Also, never forget that sooner or later you'll have to do a) maintenance and/or b) rehousing - which mean you WILL have to deal (interact) with the T itself at some point in time!

Everyone can give you suggestions, but in the end it's totally up to you what -you- want.

Reactions: Like 3


----------



## qpLMBqp (Nov 6, 2012)

I don't think their brain is big enough to be capable of memory.


----------



## Solucki (Nov 6, 2012)

Storm76 said:


> I could add some suggestion from where I'm sitting at, but alas I think this way makes more sense...
> 
> 
> Make a list what you're looking for in a T:
> ...


Thanks storm
I'm thinking docile or skittish
A burrower
Big webber but I do wanna be able to see my T every once in a while so a hungry hungry hippo would be nice. 
Colorful a plus but not required
Big to huge 
Probably a NW, I'm still new to T's. I mean I'd like a poeci but not ready to get bit by one. 
Fast speed no teleporters
Not looking to spend more than 60 and I don't mind, actually prefer a sling. I like watching them grow.

I'm really looking for something more interesting and hungry than my pet rock/rosie


----------



## aLDoDarK (Nov 6, 2012)

acanthoscurria genus or nhandu genus could be your choices


----------



## Fins (Nov 6, 2012)

GBBs are heavy webbers, decent size, mine is alway ready and perched for a meal & of course they are beautiful.


----------



## Storm76 (Nov 6, 2012)

Fins said:


> GBBs are heavy webbers, decent size, mine is alway ready and perched for a meal & of course they are beautiful.


EDIT! Whoops! I overread "burrower". In that case I'd suggest Ceratogyrus spp. or Augecephalus spp. maybe? But, those ARE old-worlders.

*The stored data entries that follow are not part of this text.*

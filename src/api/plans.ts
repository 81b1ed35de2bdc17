import { batchPlanSchema, planListSchema, planSchema, type BatchPlan, type Plan, type PlanWrite } from '@shared/schemas/plans';
import { request, cellarPath } from './http';

export const fetchPlans = (cellarId: string): Promise<Plan[]> => request('GET', cellarPath(cellarId, 'plans'), planListSchema);

export const createPlan = (cellarId: string, body: PlanWrite): Promise<Plan> => request('POST', cellarPath(cellarId, 'plans'), planSchema, body);

export const updatePlan = (cellarId: string, planId: string, body: PlanWrite): Promise<Plan> =>
  request('PUT', cellarPath(cellarId, 'plans', planId), planSchema, body);

export const deletePlan = (cellarId: string, planId: string): Promise<void> => request('DELETE', cellarPath(cellarId, 'plans', planId));

export const fetchBatchPlan = (cellarId: string, batchId: string): Promise<BatchPlan> =>
  request('GET', cellarPath(cellarId, 'batches', batchId, 'plan'), batchPlanSchema);

/** Puts the batch on a plan, or back on the default for its kind (null). */
export const assignPlan = (cellarId: string, batchId: string, planId: string | null): Promise<BatchPlan> =>
  request('PUT', cellarPath(cellarId, 'batches', batchId, 'plan'), batchPlanSchema, { planId });
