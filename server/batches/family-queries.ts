import type { EntityManager } from 'typeorm';

/**
 * The batches related to one by splits and blends, nearest first (itself, then its parents and
 * children, then theirs…), within the cellar; at most `limit`.
 * @returns the ids and whether more were related than the limit
 */
export async function familyMemberIds(
  tx: EntityManager,
  cellarId: string,
  batchId: string,
  limit: number,
): Promise<{ ids: string[]; truncated: boolean }> {
  const seen = new Set<string>([batchId]);
  let frontier = [batchId];
  let truncated = false;
  while (frontier.length && !truncated) {
    const links: { id: string }[] = await tx.query(
      `SELECT bp.parent_id AS id FROM batch_parents bp JOIN batches b ON b.id = bp.parent_id
        WHERE bp.child_id = ANY($1::uuid[]) AND b.cellar_id = $2
       UNION
       SELECT bp.child_id AS id FROM batch_parents bp JOIN batches b ON b.id = bp.child_id
        WHERE bp.parent_id = ANY($1::uuid[]) AND b.cellar_id = $2
       ORDER BY id`,
      [frontier, cellarId],
    );
    const next: string[] = [];
    for (const { id } of links) {
      if (seen.has(id)) continue;
      if (seen.size >= limit) {
        truncated = true;
        break;
      }
      seen.add(id);
      next.push(id);
    }
    frontier = next;
  }
  return { ids: [...seen], truncated };
}
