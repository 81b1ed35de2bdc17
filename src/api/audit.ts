import { auditPageSchema, type AuditPage, type AuditQuery } from '@shared/schemas/exchange';
import { request } from './http';
import { cellarPath, withQuery } from './paths';

/** One page of the cellar's audit trail (Keepers only), newest first. */
export const fetchAudit = (cellarId: string, query: AuditQuery = {}): Promise<AuditPage> =>
  request('GET', withQuery(cellarPath(cellarId, 'audit'), query), auditPageSchema);
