import type { EntityManager } from 'typeorm';
import type { z } from 'zod';
import type { OperationResult } from '../../shared/schemas/batch-detail';
import type { readingRequestSchema } from '../../shared/schemas/journal';
import { requireRole, type Actor } from '../core/actor';
import { appendEntry } from '../journal/journal';
import { correctedGravity } from './corrected-gravity';
import { onBatch } from './on-batch';

type ReadingRequest = z.output<typeof readingRequestSchema>;

/** Logs a gravity reading (with pH and temperature if taken) for a batch still in vessels. */
export function addReading(actor: Actor, tx: EntityManager, batchId: string, request: ReadingRequest): Promise<OperationResult> {
  requireRole(actor, 'hand');
  const vessels = request.vesselId ? [{ vesselId: request.vesselId }] : [];
  return onBatch(actor, tx, batchId, { vessels, needsVessels: true }, async ({ tx, batch, at }) => {
    const entry = await appendEntry(
      tx,
      actor,
      batch.id,
      {
        kind: 'reading',
        sg: request.sg,
        temperatureC: request.temperatureC,
        calibrationC: request.calibrationC,
        correctedSg: correctedGravity(request.sg, request.temperatureC, request.calibrationC),
        ph: request.ph,
        vesselId: request.vesselId,
      },
      { occurredAt: at(request.at) },
    );
    return { entryId: entry.id };
  });
}
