import type { EntityManager } from 'typeorm';
import { requireRole, type Actor } from '../core/actor';
import { volumeText } from '../core/litres';
import { Batch } from '../entities/batch.entity';
import { ConflictError } from '../http/errors';
import { findBatch, lockBatch, vesselsHolding } from './batch-lookup';

/**
 * Deletes a batch and its journal (a mistake, a test entry). Refused while a vessel holds it,
 * while it has bottle lots, or while a split or blend descends from it: its history is part
 * of theirs.
 */
export async function deleteBatch(actor: Actor, tx: EntityManager, batchId: string): Promise<void> {
  requireRole(actor, 'keeper');
  await findBatch(tx, actor.cellarId, batchId);
  const batch = await lockBatch(tx, actor.cellarId, batchId);
  const vessels = await vesselsHolding(tx, batch.id);
  if (vessels.length > 0) {
    const list = vessels.map((v) => `${v.name} (${volumeText(v.volumeL ?? 0, actor.units)})`).join(', ');
    throw new ConflictError(`${batch.name} is still in ${list}. Rack, bottle or empty it before deleting the batch.`);
  }
  const [{ lots }]: { lots: number }[] = await tx.query(`SELECT COUNT(*)::int AS lots FROM bottle_lots WHERE batch_id = $1`, [batch.id]);
  if (lots > 0) throw new ConflictError(`${batch.name} has ${lots} bottle lot${lots === 1 ? '' : 's'}; a batch with bottles cannot be deleted.`);
  const children: { name: string }[] = await tx.query(
    `SELECT b.name FROM batch_parents bp JOIN batches b ON b.id = bp.child_id WHERE bp.parent_id = $1 ORDER BY b.name`,
    [batch.id],
  );
  if (children.length > 0) {
    throw new ConflictError(
      `${children.map((c) => c.name).join(', ')} came from ${batch.name}; its history is part of theirs, so it cannot be deleted.`,
    );
  }
  await tx.getRepository(Batch).delete({ id: batch.id });
}
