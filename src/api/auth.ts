import { sessionUserSchema, type SessionUser, type SignInRequest } from '@shared/schemas/auth';
import { request } from './http';

export const signIn = (body: SignInRequest): Promise<SessionUser> =>
  request('POST', '/api/auth/sign-in', sessionUserSchema, body);

export const signOut = (): Promise<void> => request('POST', '/api/auth/sign-out');

export const fetchMe = (): Promise<SessionUser> => request('GET', '/api/auth/me', sessionUserSchema);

There aren't any NWs coming to mind that a) web alot and b) burrow... 

I'd really look for the GBB in your case (Chromatopelma cyaneopubescens) as at least from what I experience wtih my couple here, they DO take to hides and behave a little like a burrower in case you provide one. (In nature they are anyways - just not in captivity). They reach decent sizes and while not being HUGE, they do web a lot and are colorful.


----------



## vespers (Nov 6, 2012)

Storm76 said:


> There aren't any NWs coming to mind that a) web alot and b) burrow...


Ephebopus murinus. 
But I personally wouldn't recommend one to the novice OP just yet, as they can be a real handful to deal with.


----------



## macbaffo (Nov 6, 2012)

Also usually borrowers are not docile.
A heavy webber that burrows it could be a chilobrachys sp. But it's an OW species.

I wouldn't discard the Chromatopelma cyaneopubescens options. You won't be.disappointed by that species.


----------



## Storm76 (Nov 6, 2012)

vespers said:


> Ephebopus murinus.
> But I personally wouldn't recommend one to the novice OP just yet, as they can be a real handful to deal with.

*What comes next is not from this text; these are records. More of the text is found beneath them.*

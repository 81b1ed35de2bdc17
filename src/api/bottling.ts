import { z } from 'zod';
import { bottleLotSchema } from '@shared/schemas/bottles';
import type { BottleRequest } from '@shared/schemas/journal';
import { ApiError, request } from './http';

export const bottlingResultSchema = z.object({
  lot: bottleLotSchema,
  warnings: z.array(z.string()),
  cautions: z.array(z.string()),
});
export type BottlingResult = z.infer<typeof bottlingResultSchema>;

/** What the server says when the fermentation does not look finished (409 confirmation_required). */
export interface BottlingConfirmation {
  message: string;
  state: string | null;
  caution: string | null;
}

/** Bottles a batch into a lot of cases. */
export const bottleBatch = (cellarId: string, batchId: string, body: BottleRequest): Promise<BottlingResult> =>
  request(
    'POST',
    `/api/cellars/${encodeURIComponent(cellarId)}/batches/${encodeURIComponent(batchId)}/bottlings`,
    bottlingResultSchema,
    body,
  );

/** The confirmation the server asks for before bottling an unfinished fermentation, or null for any other error. */
export function confirmationRequired(err: unknown): BottlingConfirmation | null {
  if (!(err instanceof ApiError) || err.status !== 409 || err.code !== 'confirmation_required') return null;
  const text = (key: string) => (typeof err.body[key] === 'string' ? (err.body[key] as string) : null);
  return { message: err.message, state: text('state'), caution: text('caution') };
}
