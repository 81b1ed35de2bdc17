import type { EntityManager } from 'typeorm';
import type { OperationResult } from '../../shared/schemas/batch-detail';
import { loadCellar } from '../cellars/load-cellar';
import type { Actor } from '../core/actor';
import type { Batch } from '../entities/batch.entity';
import type { Cellar } from '../entities/cellar.entity';
import type { Vessel } from '../entities/vessel.entity';
import { lockVessels, type VesselRef } from '../vessels/vessel-lock';
import { operationResult } from './batch-detail';
import { findBatch, lockBatch, occurredAt, requireInVessels } from './batch-lookup';
import { requireHolds } from './fill-rules';

/** What an operation on one batch works with, all read inside its transaction. */
export interface BatchScope {
  tx: EntityManager;
  batch: Batch;
  cellar: Cellar;
  now: Date;
  /** The vessels named in the request, locked and checked to hold the batch. */
  vessels: Map<string, Vessel>;
  /** When the request says it happened (checked: not in the future, not before the start). */
  at: (requested: string | undefined) => Date;
}

export interface BatchOperationOptions {
  /** Vessels the request names; each must hold the batch. */
  vessels?: VesselRef[];
  /** Work on the liquid itself: refused (409) once the batch is in no vessel. */
  needsVessels: boolean;
}

/**
 * Runs one journal operation on a batch in one transaction: 404 unless the batch is in this
 * cellar, named vessels locked (before the batch row, the order every writer follows) and
 * checked to hold it, then `work`, then the batch as it is now.
 */
export async function onBatch(
  actor: Actor,
  tx: EntityManager,
  batchId: string,
  options: BatchOperationOptions,
  work: (scope: BatchScope) => Promise<{ entryId: string | null; warnings?: string[] }>,
): Promise<OperationResult> {
  const now = new Date();
  await findBatch(tx, actor.cellarId, batchId);
  const vessels = await lockVessels(tx, actor, options.vessels ?? []);
  const batch = await lockBatch(tx, actor.cellarId, batchId);
  if (options.needsVessels) await requireInVessels(tx, batch);
  for (const vessel of vessels.values()) await requireHolds(tx, vessel, batch, actor.units);
  const cellar = await loadCellar(tx, actor.cellarId);
  const at = (requested: string | undefined) => occurredAt(requested, now, batch, cellar.timeZone);
  const { entryId, warnings = [] } = await work({ tx, batch, cellar, now, vessels, at });
  return operationResult(tx, actor, batch.id, entryId, warnings);
}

E. murinus only webs the mound of their burrow some, though - at least those I saw (including my own) didn't web up the whole enclosure.


----------



## Tarac (Nov 6, 2012)

qpLMBqp said:


> I don't think their brain is big enough to be capable of memory.


Probably not since they don't have a brain 

Can be conditioned to some extent.

I second H. incei, lovely little spiders.  Psalmopoeus are also good.  Both are pretty fast.


----------



## vespers (Nov 6, 2012)

Storm76 said:


> E. murinus only webs the mound of their burrow some, though - at least those I saw (including my own) didn't web up the whole enclosure.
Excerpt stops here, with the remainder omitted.